Sorry tech bros, but gimmicky dating apps are so over


Dating apps are totally out of control. And, we only have tech bros to blame. As an online dater, I’ve had enough of the never-ending barrage of new, gimmicky dating apps from the tech world. For the love of all that is swipe-able, please make it stop.

Currently, not a single week goes by without the launch of a supposedly quirky dating app claiming to offer something revolutionary and never-before-achieved by the world of online daters.

In the past few months alone, we’ve seen the release of a “slow” dating app which makes you seduce matches through the art of conversation before you get to see their profile pic.


There’s an app that makes you talk on the phone; an app that lets you play matchmaker for your friends; and an app that conducts background checks on everyone who signs up.

The Hotline app makes you kick things off with a potential match by sharing an actual phone call.

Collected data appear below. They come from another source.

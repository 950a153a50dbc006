"""What an imaginary mode says about a reaction: held against the bonds, angles and torsions that must change."""

from collections.abc import Sequence
from dataclasses import dataclass
from functools import cached_property

import numpy as np

from rateloom.arrays import FloatArray
from rateloom.audit.saddle_mode import ImaginaryMode
from rateloom.audit.saddle_words import bonds_that_move
from rateloom.molecule import (
    Bond,
    Motion,
    Rearrangement,
    ShapeChange,
    bonds,
    leading_motion,
    motion_share,
    sides,
    stretch_gradients,
    stretch_rates,
)

CLEAR_SHARE = 0.4  # of the kinetic energy of the mode: enough alone
LEAST_SHARE = 0.1  # enough where reactants and products appear on the two sides; below it the mode is another motion
SHAPE_SHARE = 0.35  # of a mode that changes the shape alone
CONCERTED = 0.6  # (with - against) / (with + against): how far the bonds that break and form move together
OPPOSED = 0.3  # below it they cancel
LAGGING = 0.15  # of the fastest changing bond; without both sides in sight every one must move at least so fast ...
SLIPPING = 0.05  # ... or not backwards faster than this, where it joins the leading bond and follows it later
ELSEWHERE = 2.0  # times the share of the changing bonds: then another motion leads
ASTRAY = 0.3  # of the fastest changing bond: a bond of neither side that moves so fast belongs to another reaction
TINY = float(np.finfo(float).tiny)


@dataclass(frozen=True, slots=True)
class Evidence:
    """A verdict with its grounds."""

    verdict: str
    """``confirmed``, ``inconclusive`` or ``off-reaction``."""
    share: float
    """Of the kinetic energy of the mode in the expected motion [1]."""
    moved: str
    """What the mode moves, in words."""
    missing: str = ""
    """What keeps an inconclusive verdict from being more."""


def bond_evidence(atoms: Sequence[str], geometry: FloatArray, mode: ImaginaryMode, change: Rearrangement) -> Evidence:
    """Hold a mode against the bonds that change.

    Parameters
    ----------
    atoms
        Element symbols.
    geometry
        Of the saddle, shape (n_atoms, 3) [angstrom].
    mode
        Its imaginary mode.
    change
        The bonds that break and form; at least one.

    Returns
    -------
    Evidence
        Confirmed where the bonds move together and either both sides of the reaction appear along the mode or the
        mode is clearly theirs.
    """
    motion = _BondMotion(atoms, geometry, mode, change)
    if motion.together >= CONCERTED and (
        (motion.share >= LEAST_SHARE and motion.connects)
        or (motion.share >= CLEAR_SHARE and not motion.strangers and motion.led_by_changing_bonds)
    ):
        return Evidence("confirmed", motion.share, bonds_that_move(atoms, change, motion.rates))
    moved = motion.leading.words
    if not motion.connects and motion.is_another:
        return Evidence("off-reaction", motion.share, moved)
    if motion.together < CONCERTED:
        return Evidence("inconclusive", motion.share, moved, "the bonds that change do not move together")
    missing = "the bonds that change move little, or reactants and products do not appear on its two sides"
    return Evidence("inconclusive", motion.share, moved, missing)


def shape_evidence(atoms: Sequence[str], geometry: FloatArray, mode: ImaginaryMode, shape: ShapeChange) -> Evidence:
    """Hold a mode against the angles and torsions in which reactant and product differ from the saddle.

    Parameters
    ----------
    atoms
        Element symbols.
    geometry
        Of the saddle, shape (n_atoms, 3) [angstrom].
    mode
        Its imaginary mode.
    shape
        What has to move, and the share of the mode in it.

    Returns
    -------
    Evidence
        Confirmed where the mode moves it towards the reactant on one side and the product on the other.
    """
    moved = leading_motion(atoms, geometry, mode.displacement, mode.masses).words
    if not shape.moving:
        missing = "no angle or torsion tells the saddle from reactants and products"
    elif shape.share < LEAST_SHARE:
        return Evidence("off-reaction", shape.share, moved)
    elif shape.share < SHAPE_SHARE:
        missing = "the expected motion is a small part of the mode"
    elif not shape.opposite:
        missing = "reactants and products lie on the same side of the saddle along the mode"
    else:
        return Evidence("confirmed", shape.share, moved)
    return Evidence("inconclusive", shape.share, moved, missing)


def unread_evidence(
    atoms: Sequence[str],
    geometry: FloatArray,
    mode: ImaginaryMode,
    *,
    same_atoms: bool,
    complete: bool,
    expected: str,
) -> Evidence:
    """Judge a mode where reactants and products were not both found in the saddle.

    Parameters
    ----------
    atoms
        Element symbols.
    geometry
        Of the saddle, shape (n_atoms, 3) [angstrom].
    mode
        Its imaginary mode.
    same_atoms
        Whether the saddle has the atoms of reactants and products.
    complete
        Whether the search tried every choice.
    expected
        Bonds that the reaction changes, in words; empty where unknown.

    Returns
    -------
    Evidence
        Never confirmed.
    """
    leading = leading_motion(atoms, geometry, mode.displacement, mode.masses)
    if not same_atoms:
        if leading.kind != "stretch" and expected:  # it changes no bond, whatever the atoms
            return Evidence("off-reaction", 0.0, leading.words)
        missing = "the atoms of reactants, saddle and products are not the same"
        return Evidence("inconclusive", 0.0, leading.words, missing)
    if not complete:
        missing = "the search for the bonds that change reached its limit"
        return Evidence("inconclusive", 0.0, leading.words, missing)
    return Evidence("off-reaction", 0.0, leading.words)


class _BondMotion:
    """How the bonds of a reaction move along a mode; what only doubtful cases need is computed when asked for."""

    def __init__(
        self, atoms: Sequence[str], geometry: FloatArray, mode: ImaginaryMode, change: Rearrangement
    ) -> None:
        self._atoms, self._geometry, self._mode, self._change = atoms, geometry, mode, change
        self.share = motion_share(mode.displacement, mode.masses, stretch_gradients(geometry, change.changed))
        self.rates = stretch_rates(geometry, mode.displacement, change.changed)
        progress = self.rates * np.array([1.0] * len(change.broken) + [-1.0] * len(change.formed))
        self._forward = 1.0 if progress.sum() >= 0 else -1.0
        self.together = float(abs(progress.sum()) / max(np.abs(progress).sum(), TINY))
        self._relative = progress * self._forward / max(float(np.abs(progress).max()), TINY)

    @cached_property
    def connects(self) -> bool:
        """Whether the molecules of the one side appear backwards and those of the other side forwards."""
        mode, change = self._mode.displacement * self._forward, self._change
        wanted = (change.reactant_bonds, change.product_bonds)
        forward, backward = sides(self._atoms, self._geometry, mode, wanted)
        # An early saddle still looks like the reactants on both sides, a late one like the products.
        return backward[0] and forward[1] and not (forward[0] and backward[1])

    @cached_property
    def leading(self) -> Motion:
        return leading_motion(self._atoms, self._geometry, self._mode.displacement, self._mode.masses)

    @cached_property
    def _plain(self) -> frozenset[Bond]:
        return bonds(self._atoms, self._geometry)

    @cached_property
    def strangers(self) -> tuple[Bond, ...]:
        """Bonds of the saddle that neither reactants nor products have."""
        return tuple(sorted(self._plain - self._change.reactant_bonds - self._change.product_bonds))

    @property
    def led_by_changing_bonds(self) -> bool:
        """Whether a changing bond leads and the others move along or, as bonds of the saddle, follow later."""
        leader = set(self.leading.atoms)
        return self.leading.atoms in self._change.changed and all(
            rate >= LAGGING or (rate >= -SLIPPING and bond in self._plain and leader & set(bond))
            for bond, rate in zip(self._change.changed, self._relative, strict=True)
        )

    @property
    def is_another(self) -> bool:
        """Whether the mode is some other motion than the change of these bonds."""
        if self.share < LEAST_SHARE or self.together < OPPOSED:
            return True
        if self.leading.atoms not in self._change.changed and self.leading.share > ELSEWHERE * self.share:
            return True
        strange = np.abs(stretch_rates(self._geometry, self._mode.displacement, self.strangers))
        return bool(strange.max(initial=0.0) > ASTRAY * np.abs(self.rates).max())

The Hotline app makes you kick things off with a potential match by sharing an actual phone call.


The list doesn’t end there, though. There’s an app for no-strings-attached casual sex, which claims to be “Tinder Minus Marriage-Minded Daters.” There are sites dedicated to Disney-loving daters, sites for people who love hot sauce, and there’s even been an app for bacon lovers. We’re reaching a point where literally every type of interest or hobby will have its own dating app. Often I wonder if these app launches are apps, or just publicity stunts for developers hungry for fame.


Well, I’d like to make it perfectly clear that I did not ask for any of these apps, and nor did any of the other myriad online daters I know. But, with the dating app industry generating approximately $2 billion in revenue each year in the U.S. alone, is it any wonder tech bros are keen to muscle in on the very lucrative matchmaking market?

As a single woman with a desire to someday find a match, I’ve been identified as a consumer who is clearly desperately in need of an endless array of bizarrely niche apps to help me find someone who shares my love of Cholula. But, as the consumer, I can say that these apps are genuinely the last thing I need.

It’s a numbers game

Like many people, the two dating apps I use — Tinder and Bumble — take up way too much of my time. With, Tinder’s 50 million+ users and Bumble’s 11.5 million users, there’s no shortage of people to swipe right or left on.

Every time a new app is released, I usually download these new apps to see what they’re all about. But, more often than not, they tell me that “no one is nearby”.


If I’m in the centre of London, one of the largest cities in the world, how can there be no users in my area?


Frankly, I just don’t have the time to spare for apps with considerably smaller user bases.

PR professional Kris Ruby has tried some of the more niche dating apps as well as the mainstream ones. “I tried some of the niche vegetarian dating apps but found the user base wasn’t as high on them as some of the other more mainstream apps,” says Ruby.

She says she likes the idea of matching with a user who has a core interest in common with her, but ultimately it comes down to numbers. “In order for many of these niche apps to truly match you with someone, they need to increase their community size so you are connecting with more users.”

Is going granular pointless?

Jack Knowles, founder of Temptr dating app, says most daters would rather have a selection of millions of potential matches rather than a few hundred.

“There are probably too many dating apps and the leaders will always remain the go-to apps for single people,” says Knowles. He says niche apps are great, and he wishes the “guys launching them” all the best.

Enough with the gimmicks, tech bros. We just don’t have the time or the energy to waste on these bizarrely specific apps with no users.